Estate sale find, vintage skateboard


----------



## Hastings (Jan 9, 2022)

Nice condition addition to the ice cream sign collection. Found it last summer and put it right into a box for safe keeping..finally put it up today! when I wired my house a decade ago I put an outlet up there just in case..runs on a little timer.


----------



## rollfaster (Jan 9, 2022)

Thanks to a good friend I was able to get this 61 Schwinn American for my collection today. It’s gonna look great next to my 61 radiant green Speedster!


----------



## Kato (Jan 9, 2022)

I've known about this bike for a little while - it became available and I had to pull the trigger. Looking forward to doing homework / research on it and trying to figure out how much to clean it / not clean it up. Pretty sure it's a Miami built Standard based on prior research.


----------



## 1439Mike (Jan 9, 2022)

Great bike/pretty color.


----------



## redline1968 (Jan 9, 2022)

This popped up last thursday as a moving sale.. original screamer then gave me the blue for free!! and bargain priced hawthorne as a surprise too.. then all the parts on top for free....


----------



## mrg (Jan 9, 2022)

Got this 53 Header tank frame ( thanks @rideahiggins ) to help my project, had the tank for 30+yrs, need to see if I can blend the differently faded maroon, still need some og paint parts or a complete 53 Maroon & gold bike.


----------



## Schwinn1776 (Jan 9, 2022)

Found this old school board 🛹 at the Goodwill.


----------



## dnc1 (Jan 10, 2022)

Some items arrived from France this week.
The most elusive tyre size for early French bikes, 700A, I'll be fitting them on the 'Cycles Morot'.....

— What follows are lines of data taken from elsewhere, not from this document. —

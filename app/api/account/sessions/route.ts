import { NextResponse } from "next/server";
import { apiRoute } from "@/lib/api/handler";
import { requireUser } from "@/lib/auth/session";
import { bumpSessionVersion } from "@/db/queries/users";

/** Signs the caller out everywhere: every session of theirs, in any browser, this one included, ends now. */
export const DELETE = apiRoute(async () => {
  const user = await requireUser();
  await bumpSessionVersion(user.id);
  return NextResponse.json({ ok: true });
});
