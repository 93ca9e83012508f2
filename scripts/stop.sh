#!/usr/bin/env bash
# Stops what npm start left running: the app server, the S3 and SMTP fakes and the project's MariaDB.
set -euo pipefail
. "$(dirname "$0")/lib/common.sh"
if [ -f "$DATA_ROOT/app.pid" ]; then
  pid="$(cat "$DATA_ROOT/app.pid")"
  if kill -0 "$pid" 2>/dev/null; then kill "$pid" && log "app server stopped"; fi
  rm -f "$DATA_ROOT/app.pid"
fi
if [ -f "$DATA_ROOT/s3-fake.pid" ]; then
  pid="$(cat "$DATA_ROOT/s3-fake.pid")"
  if kill -0 "$pid" 2>/dev/null; then
    kill "$pid" && for _ in $(seq 1 20); do kill -0 "$pid" 2>/dev/null || break; sleep 0.25; done
    log "S3 fake stopped"
  fi
  rm -f "$DATA_ROOT/s3-fake.pid"
fi
if [ -f "$DATA_ROOT/smtp-fake.pid" ]; then
  pid="$(cat "$DATA_ROOT/smtp-fake.pid")"
  if kill -0 "$pid" 2>/dev/null; then
    kill "$pid" && for _ in $(seq 1 20); do kill -0 "$pid" 2>/dev/null || break; sleep 0.25; done
    log "SMTP fake stopped"
  fi
  rm -f "$DATA_ROOT/smtp-fake.pid"
fi
bash "$(dirname "$0")/db-stop.sh"
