/**
 * Benchmark of the seepage solver (npm run bench:seepage): an invented zoned dam like the demo's
 * (clay core, gravel shells, toe drain, pervious foundation over rock) meshed to about 5,000 nodes
 * and solved with its free-surface rounds. Prints the mesh, the rounds and the time of each run;
 * the last line is `seepage_ms=N`, the median wall-clock time of the timed runs (the CPU time is
 * printed above it). Then a stability search of the downstream face on the solution's pore pressures
 * against the same search on its phreatic line drawn by hand (circles per CPU second each): what
 * reading u from the field costs. Figures only, no pass or fail.
 */
import { runSeepage } from "../lib/seepage";
import { prepareWater } from "../lib/seepage-stability";
import { runGridSearch, type SectionDocument } from "../lib/stability";
import { zonedDam } from "../tests/unit/seepage/sections";

// The same invented zoned dam the seepage tests solve (one definition of it).
const DAM = zonedDam(0.62);

const RUNS = 5;

function once(): { ms: number; cpu: number; nodes: number; elements: number; rounds: number; cg: number; q: number } {
  const c0 = process.cpuUsage();
  const t0 = performance.now();
  const r = runSeepage(DAM);
  const ms = performance.now() - t0;
  const c = process.cpuUsage(c0);
  if (!r.ok) throw new Error(`the benchmark section is invalid: ${JSON.stringify(r.errors)}`);
  const s = r.solution;
  return {
    ms,
    // CPU time of this process: on a shared machine it shows the work apart from the waiting.
    cpu: (c.user + c.system) / 1000,
    nodes: s.mesh.nodes,
    elements: s.mesh.elements,
    rounds: s.iterations.freeSurface,
    cg: s.iterations.solver,
    q: s.q,
  };
}

once(); // warm-up: the first run also compiles
const times: number[] = [];
const cpus: number[] = [];
let last = once();
for (let i = 0; i < RUNS; i++) {
  last = once();
  times.push(last.ms);
  cpus.push(last.cpu);
  console.log(`run ${i + 1}: ${last.ms.toFixed(1)} ms wall, ${last.cpu.toFixed(1)} ms cpu`);
}
/** Circles per CPU second of the same search on the seepage field and on its line drawn by hand. */
function fieldSearch(): void {
  const doc = {
    ...zonedDam(1.5),
    version: 1,
    water: { source: "seepage" },
    analysis: {
      case: "steady",
      methods: ["bishop"],
      slices: 40,
      grid: { x1: 75, y1: 28, x2: 105, y2: 50, nx: 15, ny: 15 },
      radii: { tangentY1: 1, tangentY2: 16, n: 10 },
    },
  };
  const water = prepareWater(doc);
  if (!water.ok) throw new Error(`the search section is invalid: ${JSON.stringify(water.errors)}`);
  const solved = water.document as SectionDocument;
  const drawn = { ...solved, water: { gammaW: 9.81, phreatic: solved.water?.phreatic } } as SectionDocument;
  const rate = (run: () => ReturnType<typeof runGridSearch>) => {
    run();
    const c0 = process.cpuUsage();
    const r = run();
    const c = process.cpuUsage(c0);
    return (r.ok ? r.circles.tried : 0) / ((c.user + c.system) / 1e6);
  };
  const onField = rate(() => runGridSearch(solved, { waterField: water.waterField }));
  const onLine = rate(() => runGridSearch(drawn));
  console.log(`search on the seepage field: ${Math.round(onField)} circles per CPU second`);
  console.log(`same search on its line drawn by hand: ${Math.round(onLine)} circles per CPU second`);
}

const median = (v: number[]) => [...v].sort((a, b) => a - b)[Math.floor(v.length / 2)];
console.log(`nodes=${last.nodes} elements=${last.elements}`);
console.log(`free_surface_rounds=${last.rounds} cg_iterations=${last.cg}`);
console.log(`q=${last.q.toExponential(4)} m3/s per m`);
console.log(`cpu_ms=${Math.round(median(cpus))}`);
fieldSearch();
console.log(`seepage_ms=${Math.round(median(times))}`);
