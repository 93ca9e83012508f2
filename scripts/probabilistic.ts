/**
 * Command-line probabilistic run (ENGINE-IO-2.md §4, docs/probabilistic.md):
 *   npx tsx scripts/probabilistic.ts section.json      (or - for standard input)
 * The section carries `vary` on its materials and analysis.probabilistic. Standard output is
 * the whole result as JSON: the deterministic search (without the FS map) plus `probabilistic`
 * per method and `probabilisticRun`. Exit 0 when ok, 2 with every error and its path on bad
 * input, 1 on an internal failure.
 */
import { readFileSync } from "node:fs";
import { runProbabilistic } from "../lib/stability/probabilistic";

interface CliError {
  code: string;
  path: string;
  message: string;
}

const USAGE = "usage: probabilistic.ts <section.json | ->";

function fail(status: number, errors: CliError[]): never {
  process.stdout.write(`${JSON.stringify({ ok: false, errors }, null, 2)}\n`);
  process.exit(status);
}

function readInput(argv: string[]): unknown {
  const [file, ...rest] = argv;
  if (file === undefined || file.startsWith("--") || rest.length > 0)
    fail(2, [{ code: "bad-argument", path: rest[0] ?? file ?? "", message: `Give exactly one input. ${USAGE}` }]);
  let text: string;
  try {
    text = readFileSync(file === "-" ? 0 : file, "utf8");
  } catch (e) {
    fail(2, [{ code: "unreadable-input", path: "", message: `Cannot read ${file}: ${(e as Error).message}` }]);
  }
  try {
    return JSON.parse(text);
  } catch (e) {
    fail(2, [{ code: "invalid-json", path: "", message: `The input is not valid JSON: ${(e as Error).message}` }]);
  }
}

function main(): void {
  const r = runProbabilistic(readInput(process.argv.slice(2)));
  if (!r.ok) {
    process.stdout.write(`${JSON.stringify(r, null, 2)}\n`);
    process.exit(2);
  }
  const { fsMap, ...rest } = r;
  void fsMap;
  process.stdout.write(`${JSON.stringify(rest, null, 2)}\n`);
  process.exit(0);
}

try {
  main();
} catch (e) {
  fail(1, [{ code: "internal-error", path: "", message: `The engine failed unexpectedly: ${(e as Error).message}` }]);
}
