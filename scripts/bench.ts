/**
 * Benchmark of the stability engine (docs/engine.md §5 "Performance"): a three-material
 * embankment with a phreatic line, 50 slices, Bishop's simplified and the ordinary method,
 * a 40 × 40 centre grid × 20 radii (32,000 circles), on one core. Prints figures only;
 * the last line is `circles_per_second=N`, the whole search on the engine bundled as the app runs it
 * (see bundledRates below). Target: ≥ 250,000 circles/s on a quiet machine, search < 0.5 s.
 * It also times validation and one circle on surveyed grounds of 2,000 and 20,000 vertices
 * (docs/engine.md §1: validation is near-linear, so ten times the vertices cost about ten times).
 */
import { build } from "esbuild";
import { execFileSync } from "node:child_process";
import { readFileSync, rmSync } from "node:fs";
import os from "node:os";
import path from "node:path";
import { analyzeCircle } from "../lib/stability/analyze-circle";
import { evaluateCircle } from "../lib/stability/evaluate-circle";
import { runGridSearch } from "../lib/stability/grid-search";
import { prepareSection } from "../lib/stability/prepare";
import { createScratch } from "../lib/stability/scratch";
import type { SectionDocument } from "../lib/stability/schema";
import { validateSection } from "../lib/stability/validate";

const file = path.join(__dirname, "..", "tests", "fixtures", "sections", "three-material-embankment.json");
const doc = JSON.parse(readFileSync(file, "utf8")) as SectionDocument;
const v = validateSection(doc);
if (!v.ok) {
  console.error(JSON.stringify(v.errors, null, 2));
  process.exit(2);
}

function median(xs: number[]): number {
  const s = [...xs].sort((a, b) => a - b);
  return s[Math.floor(s.length / 2)];
}

/** Wall-clock and CPU seconds of one call; CPU time is what "per core" means when others share the machine. */
function timed(fn: () => void): { wall: number; cpu: number } {
  const c0 = process.cpuUsage();
  const t0 = performance.now();
  fn();
  const wall = (performance.now() - t0) / 1000;
  const c = process.cpuUsage(c0);
  return { wall, cpu: (c.user + c.system) / 1e6 };
}

// Whole search, as the app runs it (validation, preparation, search, result assembly).
runGridSearch(doc); // warm-up: lets the JIT compile the slice loop
runGridSearch(doc);
const runs: { wall: number; cpu: number }[] = [];
let tried = 0;
let valid = 0;
let fs = "";
for (let i = 0; i < 7; i++) {
  runs.push(
    timed(() => {
      const r = runGridSearch(doc);
      if (!r.ok) throw new Error("benchmark section is invalid");
      tried = r.circles.tried;
      valid = r.circles.valid;
      fs = `Bishop ${r.results.bishop?.fs.toFixed(4)}, ordinary ${r.results.fellenius?.fs.toFixed(4)}`;
    }),
  );
}
const wallSearch = median(runs.map((r) => r.wall));
const cpuSearch = median(runs.map((r) => r.cpu));

// The circle loop alone, on the same circles.
const P = prepareSection(v.section);
const S = createScratch();
const g = v.section.analysis!.grid!;
const rr = v.section.analysis!.radii as { tangentY1: number; tangentY2: number; n: number };
const loopCpu: number[] = [];
let loopCount = 0;
for (let rep = 0; rep < 5; rep++) {
  loopCount = 0;
  loopCpu.push(
    timed(() => {
      for (let iy = 0; iy < g.ny; iy++) {
        const yc = g.y1 + ((g.y2 - g.y1) * iy) / (g.ny - 1);
        for (let ix = 0; ix < g.nx; ix++) {
          const xc = g.x1 + ((g.x2 - g.x1) * ix) / (g.nx - 1);
          for (let k = 0; k < rr.n; k++) {
            const yt = rr.tangentY1 + ((rr.tangentY2 - rr.tangentY1) * k) / (rr.n - 1);
            evaluateCircle(P, S, xc, yc, yc - yt, true);
            loopCount++;
          }
        }
      }
    }).cpu,
  );
}
const loopRate = loopCount / median(loopCpu);

/**
 * The same circle loop on the engine bundled as the app ships it (one ES module, as
 * scripts/build-engine.mjs writes for the worker threads), in a fresh process: under tsx every
 * module is compiled to CommonJS on its own and each call of an imported function reads a getter,
 * and a second copy of the engine in one process runs slower than the first, so neither the
 * figures above nor an in-process copy show what a worker thread does.
 */
async function bundledRates(): Promise<{ loop: number; search: number }> {
  const root = path.join(__dirname, "..");
  const outfile = path.join(os.tmpdir(), `scarpline-bench-loop-${process.pid}.mjs`);
  await build({
    entryPoints: [path.join(root, "scripts", "bench-circle-loop.ts")],
    outfile,
    bundle: true,
    platform: "node",
    format: "esm",
    target: "node20",
    tsconfig: path.join(root, "tsconfig.json"),
    logLevel: "warning",
  });
  try {
    const out = execFileSync(process.execPath, [outfile, file], { encoding: "utf8" });
    const loop = /^circles_per_cpu_second=(\d+)/m.exec(out);
    const search = /^search_circles_per_cpu_second=(\d+)/m.exec(out);
    if (!loop || !search) throw new Error(`bundled benchmark printed no rate: ${out}`);
    return { loop: Number(loop[1]), search: Number(search[1]) };
  } finally {
    rmSync(outfile, { force: true });
  }
}

/** A 2H:1V slope over a weak layer whose ground is surveyed at n vertices with a few cm of relief. */
function surveyedSection(n: number): SectionDocument {
  const ground: [number, number][] = [];
  for (let i = 0; i < n; i++) {
    const x = (200 * i) / (n - 1);
    const y = x <= 80 ? 20 : x >= 120 ? 0 : 20 - (x - 80) / 2;
    ground.push([x, y + 0.03 * Math.sin(i * 0.7)]);
  }
  return {
    version: 1,
    materials: [
      { id: "fill", model: "mohr-coulomb", gamma: 19, c: 12, phi: 30 },
      { id: "weak", model: "mohr-coulomb", gamma: 18, c: 4, phi: 14 },
    ],
    regions: [
      { material: "fill", points: [...ground, [200, -2], [0, -2]] },
      {
        material: "weak",
        points: [
          [0, -2],
          [200, -2],
          [200, -15],
          [0, -15],
        ],
      },
    ],
  } as SectionDocument;
}

const surveyTimes = [2000, 20000].map((n) => {
  const survey = surveyedSection(n);
  validateSection(survey);
  const t = median([0, 1, 2].map(() => timed(() => validateSection(survey)).cpu));
  const c = median([0, 1, 2].map(() => timed(() => analyzeCircle(survey, { xc: 100, yc: 40, r: 43 })).cpu));
  return { n, t, c };
});
const searchRate = tried / cpuSearch;
const load = os.loadavg()[0];

console.log("Section: three-material embankment (shell, clay core, foundation) with a phreatic line and ponded pool");
console.log(`Methods: Bishop's simplified + ordinary (classical), ${v.section.analysis!.slices} slices, one thread`);
console.log(`Circles: ${tried} tried (${g.nx} × ${g.ny} centres × ${rr.n} radii), ${valid} valid; ${fs}`);
console.log(
  `Search of ${tried} circles (median of 7): ${cpuSearch.toFixed(3)} s of CPU, ${wallSearch.toFixed(3)} s wall clock  (target < 0.5 s)`,
);
console.log(
  `Machine load average (1 min): ${load.toFixed(2)} on ${os.cpus().length} cores; wall clock includes waiting for a core`,
);
for (const { n, t, c } of surveyTimes)
  console.log(
    `Surveyed ground of ${n} vertices: validation ${(t * 1000).toFixed(0)} ms, ` +
      `one circle with validation ${(c * 1000).toFixed(0)} ms (CPU)`,
  );
console.log(`Circle loop alone: ${Math.round(loopRate)} circles per CPU second`);
void bundledRates().then((bundled) => {
  console.log(`Circle loop alone, engine bundled as the app runs it: ${bundled.loop} circles per CPU second`);
  console.log(`Whole search under tsx (each module compiled on its own): ${Math.round(searchRate)} circles per second`);
  console.log(
    `Whole search, engine bundled as the app runs it: ${bundled.search} circles per second per core  (target ≥ 250000)`,
  );
  console.log(`circles_per_second=${bundled.search}`);
});
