#!/usr/bin/env bash
# Starts the local stand-ins the app talks to in development (none yet beyond MariaDB).
set -euo pipefail
. "$(dirname "$0")/lib/common.sh"
exit 0
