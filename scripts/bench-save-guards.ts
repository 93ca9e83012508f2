/**
 * What the request hardening of issue 12 adds to an ordinary section save, measured piece by piece:
 * the capped JSON read (against the plain request.json() it replaced), the size limits of the document,
 * and the session-version lookup every signed-in request now makes. Prints figures only; the last line is
 * `save_overhead_ms=N`, the sum of the medians, to hold against the 300 ms a save may lose at most.
 */
import { readFileSync } from "node:fs";
import path from "node:path";
import { MAX_JSON_BYTES, MAX_JSON_LABEL, readCappedText, requireJsonContentType } from "../lib/api/request-guards";
import { sectionLimitErrors } from "../lib/validations/section-limits";
import knex from "knex";
import { fetchSessionState } from "../db/queries/users";
import { knexConfig } from "../db/config";
import { seedDemo } from "../db/seeds/demo";

const file = path.join(__dirname, "..", "tests", "fixtures", "sections", "three-material-embankment.json");
const doc = JSON.parse(readFileSync(file, "utf8"));
// The largest document the limits let through: 5,000 points over 5 regions.
const largest = {
  ...doc,
  regions: Array.from({ length: 5 }, (_, r) => ({
    material: doc.regions[0].material,
    points: Array.from({ length: 1000 }, (_, i) => [r * 100 + i * 0.1, Math.sin(i / 50) * 5]),
  })),
};

const median = (xs: number[]) => [...xs].sort((a, b) => a - b)[Math.floor(xs.length / 2)];

async function timeMs(runs: number, fn: () => Promise<unknown> | unknown): Promise<number> {
  for (let i = 0; i < 3; i++) await fn(); // warm-up
  const times: number[] = [];
  for (let i = 0; i < runs; i++) {
    const t0 = performance.now();
    await fn();
    times.push(performance.now() - t0);
  }
  return median(times);
}

const request = (body: string) =>
  new Request("http://127.0.0.1/api/x", { method: "PUT", headers: { "content-type": "application/json" }, body });

async function main() {
  for (const [name, document] of [
    ["demo-size section", doc],
    ["largest accepted section", largest],
  ] as const) {
    const body = JSON.stringify({ baseVersion: 1, document });
    const plain = await timeMs(50, () => request(body).json());
    const capped = await timeMs(50, async () => {
      const r = request(body);
      requireJsonContentType(r);
      return JSON.parse(await readCappedText(r, MAX_JSON_BYTES, MAX_JSON_LABEL));
    });
    const limits = await timeMs(50, () => sectionLimitErrors(document));
    console.log(`${name}: body ${(body.length / 1024).toFixed(1)} KiB`);
    console.log(`  request.json()            ${plain.toFixed(3)} ms`);
    console.log(`  capped read + JSON.parse  ${capped.toFixed(3)} ms`);
    console.log(`  size limits               ${limits.toFixed(3)} ms`);
  }
  const body = JSON.stringify({ baseVersion: 1, document: largest });
  const capped = await timeMs(30, async () => JSON.parse(await readCappedText(request(body), MAX_JSON_BYTES, "")));
  const plain = await timeMs(30, () => request(body).json());
  const limits = await timeMs(30, () => sectionLimitErrors(largest));
  // A database of the benchmark's own on the shared server, dropped at the end.
  const name = `scarpline_bench_${process.pid}`;
  const server = knex({ ...knexConfig(), connection: { ...(knexConfig().connection as object), database: undefined } });
  await server.raw(`CREATE DATABASE \`${name}\` CHARACTER SET utf8mb4 COLLATE utf8mb4_unicode_ci`);
  const db = knex(knexConfig(name));
  let session = NaN;
  try {
    await db.migrate.latest();
    await seedDemo(db);
    const user = await db("users").first("id");
    session = await timeMs(50, () => fetchSessionState(user.id, db));
  } finally {
    await db.destroy();
    await server.raw(`DROP DATABASE IF EXISTS \`${name}\``);
    await server.destroy();
  }
  console.log(`session version lookup      ${session.toFixed(3)} ms`);
  const overhead = Math.max(0, capped - plain) + limits + session;
  console.log(`save_overhead_ms=${overhead.toFixed(2)}`);
}

main().catch((err) => {
  console.error(err);
  process.exit(1);
});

An early French 'Le Lauteret' derailleur system for 2 or 3 speeds for another project.....












Just need a 2 or 3 speed French threaded freewheel, and to make a cable; then I'll be ready to attempt the Col Du Lauteret,  LOL!


----------



## gkeep (Jan 10, 2022)

dnc1 said:


> Some items arrived from France this week.
> The most elusive tyre size for early French bikes, 700A, I'll be fitting them on the 'Cycles Morot'.....
> View attachment 1546081
> 
> ...



Are those Vee Rubber Co 37-642s? Those are an elusive creature!


----------



## BFGforme (Jan 10, 2022)

‘36 c model , cool rider already tore it all down and cleaned it up a little and straighten the for and greased everything! Super rad early c with the killer Ben hur badge!


















Sorry no after pictures yet…coming soon


----------



## BFGforme (Jan 10, 2022)

Next will be to get the light and horn working!


----------



## Junktown (Jan 15, 2022)

A couple old 1930s neon signs.
I wonder how much neon is to do?


----------



## locomotion (Jan 15, 2022)

Junktown said:


> A couple old 1930s neon signs.
> I wonder how much neon is to do?View attachment 1549676



call Mike Wolfe, they often have neon done
or search who they use (from past episodes)


----------



## Nashman (Jan 15, 2022)

Junktown said:


> A couple old 1930s neon signs.
> I wonder how much neon is to do?View attachment 1549676



Balloonatic ( name on Cabe) used to do neon. Try him. I'm not sure how you use his Cabe name to contact.​


----------



## Junkman Bob (Jan 15, 2022)

@Balloonatic


----------



## Junktown (Jan 15, 2022)

Ok tx


----------



## Nashman (Jan 16, 2022)

A helpful Caber showed me how to link a name with a message. He is @Billythekid . Maybe @Balloonatic  can help with neon advice. Maybe I'll do this all day?  Ha!!


----------



## Balloonatic (Feb 3, 2022)

I do neon in Los Angeles, but don't ship for obvious reasons. Cost of just the glass can run $45 per letter, plus the pattern ($250 sometimes) and the cost of transformer ($150) approx. Also, glass housings, they're about $25 each and you need two per unit. 

I suggest you look for local neon shops wherever you are. It's getting harder and harder to find benders, the old guys are retiring, and few younger guys who want to learn.


----------